Provided entries below:

"""Other ways to the intersection of a room's half-planes, for comparison; each returns about what it can.

All take an ``(n, 2)`` counter-clockwise ring and return the number of corners found, 0 for none. They work in floats:
their answers are not checked, and nearly degenerate rooms are beyond them.
"""

from math import atan2

import numpy as np
import shapely
from scipy.optimize import linprog
from scipy.spatial import ConvexHull, HalfspaceIntersection, QhullError

FAR = 1e3


def numpy_pass(ring: np.ndarray) -> int:
    """One plain pass over the edges: vectors, cross products with a point, comparison. It finds nothing."""
    ways = np.roll(ring, -1, axis=0) - ring
    sides = ways[:, 0] * (0.1 - ring[:, 1]) - ways[:, 1] * (0.2 - ring[:, 0])
    return int((sides >= 0).all())


def shapely_clipping(ring: np.ndarray) -> int:
    """Cut a box by one half-plane after the other, each a large rectangle, until nothing is left."""
    region = shapely.box(-FAR, -FAR, FAR, FAR)
    points = ring.tolist()
    for (ax, ay), (bx, by) in zip(points, points[1:] + points[:1], strict=True):
        length = ((bx - ax) ** 2 + (by - ay) ** 2) ** 0.5
        u, v = (bx - ax) / length * FAR, (by - ay) / length * FAR
        half = shapely.Polygon(
            [(ax - u, ay - v), (bx + u, by + v), (bx + u - v, by + v + u), (ax - u - v, ay - v + u)]
        )
        region = shapely.intersection(region, half)
        if region.is_empty:
            return 0
    return len(region.exterior.coords) - 1 if region.geom_type == "Polygon" else 0


def depths(ring: np.ndarray) -> tuple[np.ndarray, np.ndarray]:
    """Unit normals inward and offsets: n x >= o."""
    ways = np.roll(ring, -1, axis=0) - ring
    normals = np.column_stack([-ways[:, 1], ways[:, 0]]) / np.hypot(ways[:, 0], ways[:, 1])[:, None]
    return normals, (normals * ring).sum(axis=1)


def inner_point(normals: np.ndarray, offsets: np.ndarray) -> np.ndarray | None:
    """The deepest point by scipy's linear programming, or None."""
    table = np.column_stack([-normals, np.ones(len(normals))])
    result = linprog([0, 0, -1], A_ub=table, b_ub=-offsets, bounds=[(None, None)] * 3, method="highs")
    return result.x[:2] if result.status == 0 and result.x[2] > 0 else None


def scipy_halfspaces(ring: np.ndarray) -> int:
    """Linear programming for a point inside, and then HalfspaceIntersection around it."""
    normals, offsets = depths(ring)
    point = inner_point(normals, offsets)
    if point is None:
        return 0
    try:
        return len(HalfspaceIntersection(np.column_stack([-normals, offsets]), point).dual_vertices)
    except QhullError:
        return 0


def scipy_dual_hull(ring: np.ndarray) -> int:
    """Linear programming for a point inside, and then the convex hull of the dual points."""
    normals, offsets = depths(ring)
    point = inner_point(normals, offsets)
    if point is None:
        return 0
    try:
        return len(ConvexHull(-normals / (normals @ point - offsets)[:, None]).vertices)
    except QhullError:
        return 0


def float_deque(ring: np.ndarray) -> int:
    """The textbook method in plain Python floats: sort by angle, sweep with a double-ended queue."""
    points = ring.tolist()
    lines = []
    for (ax, ay), (bx, by) in zip(points, points[1:] + points[:1], strict=True):
        lines.append((atan2(by - ay, bx - ax), ax, ay, bx - ax, by - ay))
    lines.sort()
    queue: list = []
    corners: list = []
    first = 0
    for line in lines:
        while len(queue) - first > 1 and outside(line, corners[-1]):
            queue.pop()
            corners.pop()
        while len(queue) - first > 1 and outside(line, corners[first]):
            first += 1
        if len(queue) > first and abs(queue[-1][3] * line[4] - queue[-1][4] * line[3]) < 1e-15:
            if queue[-1][3] * line[3] + queue[-1][4] * line[4] < 0:
                return 0
            if outside(line, (queue[-1][1], queue[-1][2])):
                queue[-1] = line
                if len(queue) - first > 1:
                    corners[-1] = crossing(queue[-2], line)
            continue
        if len(queue) > first:
            corners.append(crossing(queue[-1], line))
        queue.append(line)
    while len(queue) - first > 2 and outside(queue[first], corners[-1]):
        queue.pop()
        corners.pop()
    return len(queue) - first if len(queue) - first > 2 else 0


def outside(line: tuple, point: tuple) -> bool:
    _, ax, ay, dx, dy = line
    return dx * (point[1] - ay) - dy * (point[0] - ax) < 0


def crossing(g: tuple, h: tuple) -> tuple[float, float]:
    _, ax, ay, dx, dy = g
    _, bx, by, ex, ey = h
    t = ((bx - ax) * ey - (by - ay) * ex) / (dx * ey - dy * ex)
    return ax + t * dx, ay + t * dy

End of Provided entries.

Exercise:
Return the lines of the listing above exactly as they appear, starting with the first and stopping after the line that holds "def numpy_pass(ring: np.ndarray)".

Answer to this problem:
"""Other ways to the intersection of a room's half-planes, for comparison; each returns about what it can.

All take an ``(n, 2)`` counter-clockwise ring and return the number of corners found, 0 for none. They work in floats:
their answers are not checked, and nearly degenerate rooms are beyond them.
"""

from math import atan2

import numpy as np
import shapely
from scipy.optimize import linprog
from scipy.spatial import ConvexHull, HalfspaceIntersection, QhullError

FAR = 1e3


def numpy_pass(ring: np.ndarray) -> int:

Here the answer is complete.